PhD Opportunity: Structural and Functional Analysis of Metabolic Serine Hydrolases Regulating Dynamic S-acylation

Protein function is tightly controlled in cells to ensure physiological processes are correctly coordinated. One way that proteins regulate their function is through the addition of chemical groups that affect their activity. Fatty-acids are one type of chemical group that are reversibly attached onto proteins in a process termed S-acylation (palmitoylation).

This process is important for human health, as dysregulated S-acylation is linked to diseases such as cancer and diabetes, and brain disorders such as schizophrenia, Huntington’s disease and Alzheimer’s disease. A group of enzymes called ‘ABHD’ proteins have been discovered recently as novel regulators of dynamic protein S-acylation. It is important to identify the proteins these ABHD enzymes modify to explore their potential to be targeted in new drug treatments.

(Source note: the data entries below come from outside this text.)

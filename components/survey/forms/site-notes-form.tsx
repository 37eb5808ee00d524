import { useState } from 'react';
import { View } from 'react-native';
import { TextField, Txt } from '@/components/ui';
import { colors, spacing } from '@/constants/theme';
import { useRecordSave } from '@/hooks/survey/use-record-save';
import { siteFieldsOf } from '@/components/survey/records/site-fields';
import type { Site } from '@/shared/schemas';
import { FormFooter } from './form-footer';
import { checkSiteNotes } from './site-form-logic';

/** Access, parking, permissions and the site's rules, for the lead and the crews. */
export function SiteNotesForm({ site, onDone }: { site: Site; onDone: () => void }) {
  const { busy, saveError, run, upsert } = useRecordSave();
  const [draft, setDraft] = useState({ accessNotes: site.accessNotes, rules: site.rules, notes: site.notes });
  const check = checkSiteNotes(draft);
  const set = (k: keyof typeof draft) => (v: string) => setDraft((d) => ({ ...d, [k]: v }));
  const save = () => run(async () => {
    if (!check.fields) return;
    await upsert('sites', site, { ...siteFieldsOf(site), ...check.fields }, 'the site notes');
    onDone();
  });
  return (
    <View testID="site-notes-form">
      <Txt variant="title" style={{ marginBottom: spacing.m }}>Site notes</Txt>
      <TextField label="Access and parking" testID="site-access" multiline value={draft.accessNotes} onChangeText={set('accessNotes')} error={check.errors.accessNotes} hint="Gate, keys, where vehicles may go, who to call" />
      <TextField label="Rules and permissions" testID="site-rules" multiline value={draft.rules} onChangeText={set('rules')} error={check.errors.rules} hint="One per line: “No stakes”, “No launchers after 18:00”, “Permit from the parks office”" />
      {check.reminders.map((r) => <Txt key={r} color={colors.info} variant="bodyStrong" style={{ marginBottom: spacing.xs }}>ℹ {r}</Txt>)}
      <TextField label="Other notes" testID="site-notes" multiline value={draft.notes} onChangeText={set('notes')} error={check.errors.notes} />
      <FormFooter testID="site-notes" questions={[]} blockers={Object.values(check.errors)} saveError={saveError} canSave={!!check.fields && !busy} busy={busy} onSave={save} onCancel={onDone} />
    </View>
  );
}
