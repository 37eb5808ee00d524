export * from './cable-table';
export * from './loss';
export * from './coax-run';
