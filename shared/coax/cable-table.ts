import type { SiteCoax } from '../schemas/site-file';

export type CoaxType = SiteCoax['type'];

/**
 * Matched loss per 100 ft at 30 MHz, ARRL General Class License Manual Table 6-1 (see REFERENCES.md).
 * RG-8 and RG-213 share a row. LMR-400 has no row there: Loftline has no sourced figure for it and
 * reports its loss as unknown rather than guess.
 */
export const COAX_LOSS_DB_PER_100FT_AT_30MHZ: Record<CoaxType, number | null> = {
  'RG-8': 1.08,
  'RG-213': 1.08,
  'RG-8X': 1.96,
  'RG-58': 2.47,
  'RG-174': 4.56,
  'LMR-400': null,
};
export const COAX_TABLE_SOURCE = 'ARRL General Class License Manual, Table 6-1 (matched loss at 30 MHz)';
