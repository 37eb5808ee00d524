import { describe, expect, it } from 'vitest';
import { M_PER_FT } from '../../../hooks/length-format';
import { checkHeight, emptyHeightTexts } from './height-form-logic';
import { heightMath } from './height-math';

const ft = (v: number) => v * M_PER_FT;
const m = (v: number) => v;

describe('guided height form (readings → shared/heights → checked result)', () => {
  it('percent scale: 50 ft away, top +124 %, base −16 % → 70 ft (DeYoung, Forest Measurements §2.3, REFERENCES.md)', () => {
    const r = checkHeight('percent', { ...emptyHeightTexts(), distance: '50', top: '124', base: '-16' }, ft, heightMath);
    expect(r.ok).toBe(true);
    if (r.ok) {
      expect(r.heightM / M_PER_FT).toBeCloseTo(70, 6);
      expect(r.inputs).toEqual({ distanceM: 50 * M_PER_FT, topPercent: 124, basePercent: -16 });
      expect(r.method).toBe('percent');
    }
  });

  it('two-angle: h = d(tan αtop − tan αbase), 20 m, +40°, −5° → 18.53 m (Sewanee forestry notes formula, REFERENCES.md)', () => {
    const r = checkHeight('two-angle', { ...emptyHeightTexts(), distance: '20', top: '40', base: '-5' }, m, heightMath);
    expect(r.ok).toBe(true);
    if (r.ok) expect(r.heightM).toBeCloseTo(20 * (Math.tan((40 * Math.PI) / 180) - Math.tan((-5 * Math.PI) / 180)), 6);
  });

  it('tangent with eye height: 20 m, +35°, eye 1.6 m → 20·tan35° + 1.6 = 15.60 m (level-ground clinometer method)', () => {
    const r = checkHeight('tangent', { ...emptyHeightTexts('1.6'), distance: '20', top: '35' }, m, heightMath);
    expect(r.ok).toBe(true);
    if (r.ok) expect(r.heightM).toBeCloseTo(20 * Math.tan((35 * Math.PI) / 180) + 1.6, 6);
  });

  it('rangefinder sine: 105 ft slant at 47° is 76.8 ft above the eye (Native Tree Society example, REFERENCES.md), plus eye height', () => {
    const r = checkHeight('sine', { ...emptyHeightTexts('5'), slant: '105', top: '47' }, ft, heightMath);
    expect(r.ok).toBe(true);
    if (r.ok) expect(r.heightM / M_PER_FT).toBeCloseTo(76.79 + 5, 1);
  });

  it('refuses a base above the top, a 0° top angle and a missing distance, each on its own field', () => {
    const r = checkHeight('two-angle', { ...emptyHeightTexts(), distance: '', top: '0', base: '10' }, m, heightMath);
    expect(r.ok).toBe(false);
    if (!r.ok) {
      expect(r.errors.distance).toMatch(/distance/);
      expect(r.errors.top).toMatch(/above 0°/);
      expect(r.errors.base).toMatch(/below the top/);
    }
  });

  it('refuses readings that give a 300 m tree and questions a 45 m one', () => {
    const huge = checkHeight('tangent', { ...emptyHeightTexts('1.6'), distance: '150', top: '63' }, m, heightMath);
    expect(huge.ok).toBe(false);
    if (!huge.ok) expect(huge.errors.top).toMatch(/120 m/);
    const tall = checkHeight('tangent', { ...emptyHeightTexts('1.6'), distance: '50', top: '41' }, m, heightMath);
    expect(tall.ok).toBe(true);
    expect(tall.questions.join(' ')).toMatch(/taller than nearly any tree/);
  });

  it('questions standing too close (steep top angle)', () => {
    const r = checkHeight('tangent', { ...emptyHeightTexts('1.6'), distance: '4', top: '75' }, m, heightMath);
    expect(r.questions.join(' ')).toMatch(/Step back/);
  });
});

This multi-disciplinary project will combine computational chemistry (including bioinformatics, comparative modelling and molecular dynamic simulations) with recently developed chemical-biology techniques, and cell and molecular biology, to determine how ABHD enzymes coordinate this essential process and to develop compounds that modulate the activity of ABHD enzymes.

Ultimately, this research will explore the potential of these ABHDs as therapeutic targets for the discovery of novel drugs to treat a range of diseases that threaten global human health.